Por las conversaciones nocturnas de Diana, creí que ella pensaba así. Quería ser dura contra el racismo y contra la hipocresía blanca, pero quería ser dura también contra un mundo negro separado radicalmente del blanco. La explicación me parece, habiéndola conocido, bien clara. Diana Soren quería verse como otra para verse como era. Corrió el peligro de sólo ver al negro que deseaba ver, y lo pagó caro. La FBI, como la KGB, la CÍA, la GESTAPO o la DINA de Pinochet, necesitan simplificar el mundo para designar claramente al enemigo y aniquilarlo sin arriére-pensées. Las agencias político-policíacas que son los guardianes del mundo moderno y su bienestar necesitan enemigos confiables para justificar su empleo, su presupuesto, el pan de sus hijos.

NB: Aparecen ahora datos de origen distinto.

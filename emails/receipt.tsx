import { Text } from "@react-email/components";
import { EmailLayout } from "./layout";

export type ReceiptEmailProps = {
  clubName: string;
  memberName: string;
  amount: string;
  method: string;
  receivedOn: string;
  reference?: string | null;
  balanceNow: string;
  accountUrl: string;
};

export function ReceiptEmail(p: ReceiptEmailProps) {
  return (
    <EmailLayout preview={`We received ${p.amount}`} title={`Payment received: ${p.amount}`} clubName={p.clubName}>
      <Text>Hello {p.memberName}, thank you: {p.clubName} received your payment.</Text>
      <Text>
        Amount: <strong>{p.amount}</strong>
        <br />
        Paid by: {p.method}
        <br />
        Date: {p.receivedOn}
        {p.reference ? (
          <>
            <br />
            Reference: {p.reference}
          </>
        ) : null}
      </Text>
      <Text>Your balance is now {p.balanceNow}. Your account page: {p.accountUrl}</Text>
    </EmailLayout>
  );
}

Decidieron en Washington que Diana Soren llenaba perfectamente este papel. Famosa, bella, blanca, Santa Juana de las causas radicales (yo le llamé partera de revolucionarios sin imaginar que mi metáfora iba a ser, cruelmente, realidad) Diana fue observada y acosada invisiblemente y en silencio por la FBI. La agencia policiaca esperaba el momento de destruirla. Era cuestión de oportunidad. Diana Soren era destruible. Más que nadie. Creía que la injusticia se combatía no sólo con política, sino con sexo, con amor y con el abismo romántico. Esto la hacía perfectamente vulnerable. Cuando la Agencia se enteró del embarazo de Diana en México o poco después, vieron la oportunidad de moverse, al fin, contra ella, aprovechando su flaqueza.

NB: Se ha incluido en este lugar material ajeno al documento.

describe("exactly once: forms", () => {
  beforeAll(async () => {
    await seedScenario();
    setGuards(CLUB, { notCurrent: "warn", inArrears: "warn" });
  });

  it("a squawk report sent twice with one key: one squawk, the same answer, nothing else written", async () => {
    signInAs(MEMBER);
    const plane = planeId(CLUB, "N0556L");
    const before = db().select().from(squawks).all().length;
    const { first } = await onceThenReplay(reportSquawk, { club: CLUB, aircraftId: plane, description: "Nose tire worn to the cord", foundDuring: "preflight" });
    expect(first.state?.message).toBe("Squawk reported: “Nose tire worn to the cord”.");
    expect(db().select().from(squawks).all().length).toBe(before + 1);
    const stored = db().select().from(idempotentWrites).all().at(-1)!;
    expect(stored).toMatchObject({ clubId: clubBySlug(CLUB).id, actorUserId: uid(MEMBER) });
  });

  it("parallel duplicates (a double tap) write one squawk and both get the same answer", async () => {
    signInAs(MEMBER);
    const plane = planeId(CLUB, "N0556L");
    const before = db().select().from(squawks).all().length;
    const fields = { club: CLUB, aircraftId: plane, description: "Left strobe flickers", foundDuring: "preflight", idempotencyKey: key() };
    const [a, b, c] = await Promise.all([answerOf(reportSquawk, fields), answerOf(reportSquawk, fields), answerOf(reportSquawk, fields)]);
    expect(a.state?.message).toBe("Squawk reported: “Left strobe flickers”.");
    expect(b).toEqual(a);
    expect(c).toEqual(a);
    expect(db().select().from(squawks).all().length).toBe(before + 1);
  });

  it("a double tap with a photo keeps one photo on disk: the duplicate's stored file is discarded", async () => {
    signInAs(MEMBER);
    const plane = planeId(CLUB, "N0556L");
    const filesOnDisk = () => (fs.existsSync(process.env.UPLOAD_DIR!) ? fs.readdirSync(process.env.UPLOAD_DIR!, { recursive: true, withFileTypes: true }).filter((e) => e.isFile()).length : 0);
    const before = filesOnDisk();
    const k = key();
    const send = () => reportSquawk(EMPTY, form({ club: CLUB, aircraftId: plane, description: "Cracked fairing", foundDuring: "preflight", idempotencyKey: k, photos: pngFile() }));
    const [a, b] = await Promise.all([send(), send()]);
    expect(a).toMatchObject({ ok: true, message: "Squawk reported: “Cracked fairing”." });
    expect(b).toEqual(a);
    expect(filesOnDisk()).toBe(before + 1);
    expect(db().select().from(uploads).all().length).toBeGreaterThan(0);
  });

  it("a different key is a different submission: a second squawk", async () => {
    signInAs(MEMBER);
    const plane = planeId(CLUB, "N0556L");
    const fields = { club: CLUB, aircraftId: plane, description: "Oil on the nose gear leg", foundDuring: "preflight" };
    const before = db().select().from(squawks).all().length;
    const one = await answerOf(reportSquawk, { ...fields, idempotencyKey: key() });
    const two = await answerOf(reportSquawk, { ...fields, idempotencyKey: key() });
    expect(one.state?.data).not.toEqual(two.state?.data);
    expect(db().select().from(squawks).all().length).toBe(before + 2);
  });

  it("the same key from another person, or for another action, is refused and writes nothing", async () => {
    signInAs(MEMBER);
    const plane = planeId(CLUB, "N0556L");
    const k = key();
    await answerOf(reportSquawk, { club: CLUB, aircraftId: plane, description: "Pitot cover missing", foundDuring: "preflight", idempotencyKey: k });
    const before = tableCounts();
    signInAs("pilot2@hangarline.test");
    const other = await answerOf(reportSquawk, { club: CLUB, aircraftId: plane, description: "Pitot cover missing", foundDuring: "preflight", idempotencyKey: k });
    expect(other.state).toMatchObject({ ok: false, message: KEY_REUSED_MESSAGE });
    signInAs(MEMBER);
    const otherAction = await answerOf(logFlight, { club: CLUB, aircraftId: plane, flownOn: "2026-01-15", hobbsOut: "1", hobbsIn: "2", tachOut: "1", tachIn: "2", dayLandings: "1", idempotencyKey: k });
    expect(otherAction.state).toMatchObject({ ok: false, message: KEY_REUSED_MESSAGE });
    expect(tableCounts()).toEqual(before);
  });

  it("a refused first submission stores no key: the corrected one with the same key goes through", async () => {
    signInAs(MEMBER);
    const plane = planeId(CLUB, "N0556L");
    const k = key();
    const before = tableCounts();
    const refused = await answerOf(reportSquawk, { club: CLUB, aircraftId: plane, description: "", foundDuring: "preflight", idempotencyKey: k });
    expect(refused.state?.ok).toBe(false);
    expect(refused.state?.fieldErrors.description?.length).toBeGreaterThan(0);
    expect(tableCounts()).toEqual(before);
    const fixed = await answerOf(reportSquawk, { club: CLUB, aircraftId: plane, description: "Door seal torn at the hinge", foundDuring: "preflight", idempotencyKey: k });
    expect(fixed.state).toMatchObject({ ok: true, message: "Squawk reported: “Door seal torn at the hinge”." });
  });

  it("a malformed key is refused with a clear message and nothing is written", async () => {
    signInAs(MEMBER);
    const plane = planeId(CLUB, "N0556L");
    const before = tableCounts();
    for (const bad of ["short", "x".repeat(200), "has spaces in it, which no key has", "<script>alert(1)</script>-0000"]) {
      const state = await answerOf(reportSquawk, { club: CLUB, aircraftId: plane, description: "Bad key test", foundDuring: "preflight", idempotencyKey: bad });
      expect(state.state).toMatchObject({ ok: false, message: MALFORMED_KEY_MESSAGE });
      expect(state.state?.fieldErrors.idempotencyKey).toEqual([MALFORMED_KEY_MESSAGE]);
    }
    const twoKeys = await answerOf(reportSquawk, { club: CLUB, aircraftId: plane, description: "Bad key test", foundDuring: "preflight", idempotencyKey: [key(), key()] });
    expect(twoKeys.state?.ok).toBe(false);
    expect(tableCounts()).toEqual(before);
  });

  it("triage replayed: one triage event, the same answer", async () => {
    signInAs(MEMBER);
    const plane = planeId(CLUB, "N0556L");
    const squawkId = await squawkIdOf(() => reportSquawk(EMPTY, form({ club: CLUB, aircraftId: plane, description: "Cowling fastener missing", foundDuring: "preflight" })));
    signInAs("maintenance@hangarline.test");
    await onceThenReplay(triageSquawk, { club: CLUB, squawkId, triage: "grounding", note: "Replace before flight" });
    expect(db().select().from(squawkEvents).where(and(eq(squawkEvents.squawkId, squawkId), eq(squawkEvents.kind, "triaged"))).all()).toHaveLength(1);
  });

  it("a booking: replayed and raced with one key, one booking; another key books again", async () => {
    signInAs(MEMBER);
    const club = clubBySlug(CLUB);
    const plane = planeId(CLUB, "N0527L");
    const fields = { club: CLUB, aircraftId: plane, startsAt: localAt(club, 21, "09:00"), endsAt: localAt(club, 21, "10:00"), acceptedGuards: ALL_GUARDS };
    const count = () => db().select().from(bookings).where(eq(bookings.aircraftId, plane)).all().length;
    const before = count();
    const { first } = await onceThenReplay(createBooking as Action, fields);
    expect(count()).toBe(before + 1);
    expect(first.state?.data).toMatchObject({ bookingId: expect.any(String) });

    const raced = { ...fields, startsAt: localAt(club, 22, "09:00"), endsAt: localAt(club, 22, "10:00"), idempotencyKey: key() };
    const answers = await Promise.all([answerOf(createBooking as Action, raced), answerOf(createBooking as Action, raced)]);
    expect(answers[0]!.state?.ok).toBe(true);
    expect(answers[1]).toEqual(answers[0]);
    expect(count()).toBe(before + 2);

    const another = await answerOf(createBooking as Action, { ...fields, startsAt: localAt(club, 23, "09:00"), endsAt: localAt(club, 23, "10:00"), idempotencyKey: key() });
    expect(another.state?.ok).toBe(true);
    expect(count()).toBe(before + 3);
  });

  it("a manual payment: one payment and one journal entry, however often it is sent", async () => {
    signInAs("treasurer@hangarline.test");
    const club = clubBySlug(CLUB);
    const journal = () => db().select().from(journalEntries).where(eq(journalEntries.clubId, club.id)).all().length;
    const paid = () => db().select().from(payments).where(eq(payments.clubId, club.id)).all().length;
    const [j0, p0] = [journal(), paid()];
    const fields = { club: CLUB, memberUserId: uid(MEMBER), method: "cheque", amount: "75.00", receivedOn: clubToday({ club }), reference: "2231" };
    await onceThenReplay(recordManualPayment as Action, fields);
    expect([journal(), paid()]).toEqual([j0 + 1, p0 + 1]);
    const k = key();
    await Promise.all([answerOf(recordManualPayment as Action, { ...fields, idempotencyKey: k }), answerOf(recordManualPayment as Action, { ...fields, idempotencyKey: k })]);
    expect([journal(), paid()]).toEqual([j0 + 2, p0 + 2]);
  });

  it("a grounding notice: one notice and one e-mail per member, however often it is sent", async () => {
    signInAs("safety@hangarline.test");
    const plane = planeId(CLUB, "N0549L");
    const before = db().select().from(groundingNotices).where(eq(groundingNotices.aircraftId, plane)).all().length;
    const { counts } = await onceThenReplay(issueGroundingNotice as Action, { club: CLUB, aircraftId: plane, category: "safety", reason: "Fuel smell in the cabin" });
    expect(db().select().from(groundingNotices).where(eq(groundingNotices.aircraftId, plane)).all().length).toBe(before + 1);
    expect(counts.email_outbox).toBeGreaterThan(0);
  });

  it("a bulletin and its acknowledgement: the replay answers as the first did", async () => {
    signInAs("safety@hangarline.test");
    const published = await onceThenReplay(createBulletin as Action, { club: CLUB, title: "Hand-prop ban", bodyMarkdown: "No hand-propping on the club ramp.", urgency: "priority", audience: "everyone", intent: "publish" });
    const bulletinId = /\/safety\/bulletins\/([^?]+)/.exec(published.first.redirect ?? "")?.[1];
    expect(bulletinId).toBeTruthy();
    signInAs(MEMBER);
    const ack = await onceThenReplay(acknowledgeBulletin as Action, { club: CLUB, bulletinId: bulletinId! });
    expect(ack.first.state?.message).toBe("Acknowledged. Thank you.");
    expect(db().select().from(bulletinAcknowledgements).where(eq(bulletinAcknowledgements.bulletinId, bulletinId!)).all()).toHaveLength(1);
  });

  it("a flight: one flight and the meters move once", async () => {
    signInAs("maintenance@hangarline.test");
    const planeRow = db().select().from(aircraft).where(eq(aircraft.id, planeId(CLUB, "N0512L"))).get()!;
    const hobbs = planeRow.currentHobbs!;
    const tach = planeRow.currentTach!;
    const before = db().select().from(flights).where(eq(flights.aircraftId, planeRow.id)).all().length;
    await onceThenReplay(logFlight as Action, {
      club: CLUB, aircraftId: planeRow.id, flownOn: "2026-01-15", dayLandings: "2", nightFullStopLandings: "0", fuelAdded: "0", oilAdded: "0",
      hobbsOut: hobbs.toFixed(1), hobbsIn: (hobbs + 1).toFixed(1), tachOut: tach.toFixed(1), tachIn: (tach + 0.8).toFixed(1),
    });
    expect(db().select().from(flights).where(eq(flights.aircraftId, planeRow.id)).all().length).toBe(before + 1);
    expect(db().select().from(aircraft).where(eq(aircraft.id, planeRow.id)).get()!.currentHobbs).toBe(Number((hobbs + 1).toFixed(1)));
  });

  it("an anonymous safety report's key row keeps no actor and only the day", async () => {
    signInAs(MEMBER);
    const fields = { club: CLUB, occurredOn: "2026-01-10", location: "Fuel farm", whatHappened: "A fuel truck backed up without a marshaller while a pilot walked behind it.", contributingFactors: ["aircraft_equipment"], anonymous: "on" };
    const before = db().select().from(safetyReports).all().length;
    const { key: k } = await onceThenReplay(fileReport as Action, fields);
    expect(db().select().from(safetyReports).all().length).toBe(before + 1);
    const row = db().select().from(idempotentWrites).where(eq(idempotentWrites.key, k)).get()!;
    expect(row.actorUserId).toBeNull();
    expect(row.createdAt.getUTCHours() + row.createdAt.getUTCMinutes() + row.createdAt.getUTCSeconds() + row.createdAt.getUTCMilliseconds()).toBe(0);
  });

  it("grounding from a safety report replayed: one notice, one link on the report, the same answer", async () => {
    signInAs(MEMBER);
    await expectRedirect(() => fileReport(EMPTY, form({ club: CLUB, occurredOn: "2026-01-11", location: "Runway 27 hold", whatHappened: "The left brake faded during the run-up and the aircraft crept past the hold line.", contributingFactors: ["aircraft_equipment"] })));
    const report = db().select().from(safetyReports).all().at(-1)!;
    signInAs("safety@hangarline.test");
    const plane = planeId(CLUB, "N0534L");
    const notices = () => db().select().from(groundingNotices).where(eq(groundingNotices.aircraftId, plane)).all().length;
    const before = notices();
    await onceThenReplay(groundFromReport as Action, { club: CLUB, reportId: report.id, aircraftId: plane, reason: "Brake fade reported on the run-up" });
    expect(notices()).toBe(before + 1);
    expect(db().select().from(safetyReportEvents).where(and(eq(safetyReportEvents.reportId, report.id), eq(safetyReportEvents.kind, "grounding"))).all()).toHaveLength(1);
  });

  it("actions called without a key write as before", async () => {
    signInAs(MEMBER);
    const plane = planeId(CLUB, "N0556L");
    const before = db().select().from(squawks).all().length;
    const keys = db().select().from(idempotentWrites).all().length;
    await answerOf(reportSquawk, { club: CLUB, aircraftId: plane, description: "Wingtip scuffed", foundDuring: "preflight" });
    await answerOf(reportSquawk, { club: CLUB, aircraftId: plane, description: "Wingtip scuffed", foundDuring: "preflight" });
    expect(db().select().from(squawks).all().length).toBe(before + 2);
    expect(db().select().from(idempotentWrites).all().length).toBe(keys);
  });

  it("keys older than 30 days are pruned; newer ones stay", () => {
    const club = clubBySlug(CLUB);
    const now = new Date();
    db().insert(idempotentWrites).values({ clubId: club.id, key: key(), actionName: "old", actorUserId: null, answerJson: "{}", createdAt: new Date(now.getTime() - IDEMPOTENCY_TTL_MS - 1000) }).run();
    const fresh = db().select().from(idempotentWrites).all().length - 1;
    expect(pruneIdempotentWrites(db(), now)).toBe(1);
    expect(db().select().from(idempotentWrites).all().length).toBe(fresh);
  });
});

Entendí entonces las advertencias del general Agustín Cedillo y me maldije por no haber encontrado a Mario Moya en México o, simplemente, de haberle creído a Diana, de no haberla relegado al desdén ("eres una paranoica") o de haberme encerrado, después, en la prisión de mis celos. Pero al cabo, ¿qué podía hacer yo? Supe muy tarde de estos sucesos. ¿Era yo el padre? No lo creo. Nuestras precauciones siempre funcionaron. ¿Lo era entonces el joven Carlos Ortiz, mi sucesor en los favores de Diana? Esto era más posible. En él, ella veía a un héroe revolucionario; en mí, una tediosa repetición de su propio marido.

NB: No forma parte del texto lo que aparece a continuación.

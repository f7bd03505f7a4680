import { Button, Text } from "@react-email/components";
import { EmailLayout, buttonStyle } from "./layout";

export type DocumentExpiryProps = { clubName: string; memberName: string; documentLabel: string; expiresOn: string; lapsed: boolean; url: string };

export function DocumentExpiryEmail({ clubName, memberName, documentLabel, expiresOn, lapsed, url }: DocumentExpiryProps) {
  return (
    <EmailLayout
      preview={lapsed ? `${documentLabel} expired on ${expiresOn}` : `${documentLabel} expires on ${expiresOn}`}
      title={lapsed ? `${documentLabel}: expired` : `${documentLabel}: renew soon`}
      clubName={clubName}
    >
      <Text>Hello {memberName},</Text>
      <Text>
        {lapsed
          ? `Your ${documentLabel.toLowerCase()} on record with the club expired on ${expiresOn}.`
          : `Your ${documentLabel.toLowerCase()} on record with the club expires on ${expiresOn}.`}{" "}
        When you have renewed it, record the new one in Hangarline so your currency stays right.
      </Text>
      <Button href={url} style={buttonStyle}>Open my documents</Button>
    </EmailLayout>
  );
}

Sin embargo, un revolucionario mexicano no tiene fuerza simbólica suficiente para que reaccione el gran público blanco, puritano y democrático, de los USA. Es como tener un hijo con Marión Brando -¡Viva Zapata!, una experiencia exótica, asimilable. Pero que la estrella blanca, rubia, de ojos azules (¿o eran grises?), descendiente de inmigrantes suecos, nacida en un pueblecito del Medio Oeste, criada entre fuentes de soda y películas de Mickey Rooney, luterana, graduada del High School local, novia genérica del equipo de fútbol, y singularmente de un chico sano y fuerte, privilegiada por los dioses, escogida entre doscientas mil aspirantes para interpretar a una santa; rica, libre, casada con un hombre famoso, mimada por el jet set; que esta favorita del Dios Blanco descienda al sótano del cruce de razas, de la turbia y oscura entrega de la femineidad caucásica a una brutal verga negra, esto era remover la noche del alma norteamericana, resucitar los fantasmas sangrientos de la castración, de los negros colgados con sus testículos en la boca, de las cruces en llamas, de las cabalgatas del Klan… Un mulato sólo era aceptable, imaginable, como hijo de hombre blanco y de mujer negra, el producto de un capricho o una desesperación del amo en la plantación, el amo blanco demasiado respetuoso de su mujer blanca, el amo blanco con derecho de pernada feudal, el amo blanco enervado por el largo embarazo de su propia mujer, el padre de los mulatos: un patriarca blanco… Pero que una mujer blanca fuese la matriarca del mundo canela, la pobladora de los bosques de niños bastardos, mestizos, degradados, del Nuevo Mundo, de la utopía americana, eso no, eso repugnaba a la conciencia más liberal, eso iba al centro mismo del pulso norteamericano, removía las tripas y los cojones de la decencia norteamericana. Tenía que ser un niño negro, hijo de un revolucionario negro y de una frívola, enloquecida actriz blanca. De lo contrario, se llegaba al horror total. La blanca era esclava del negro.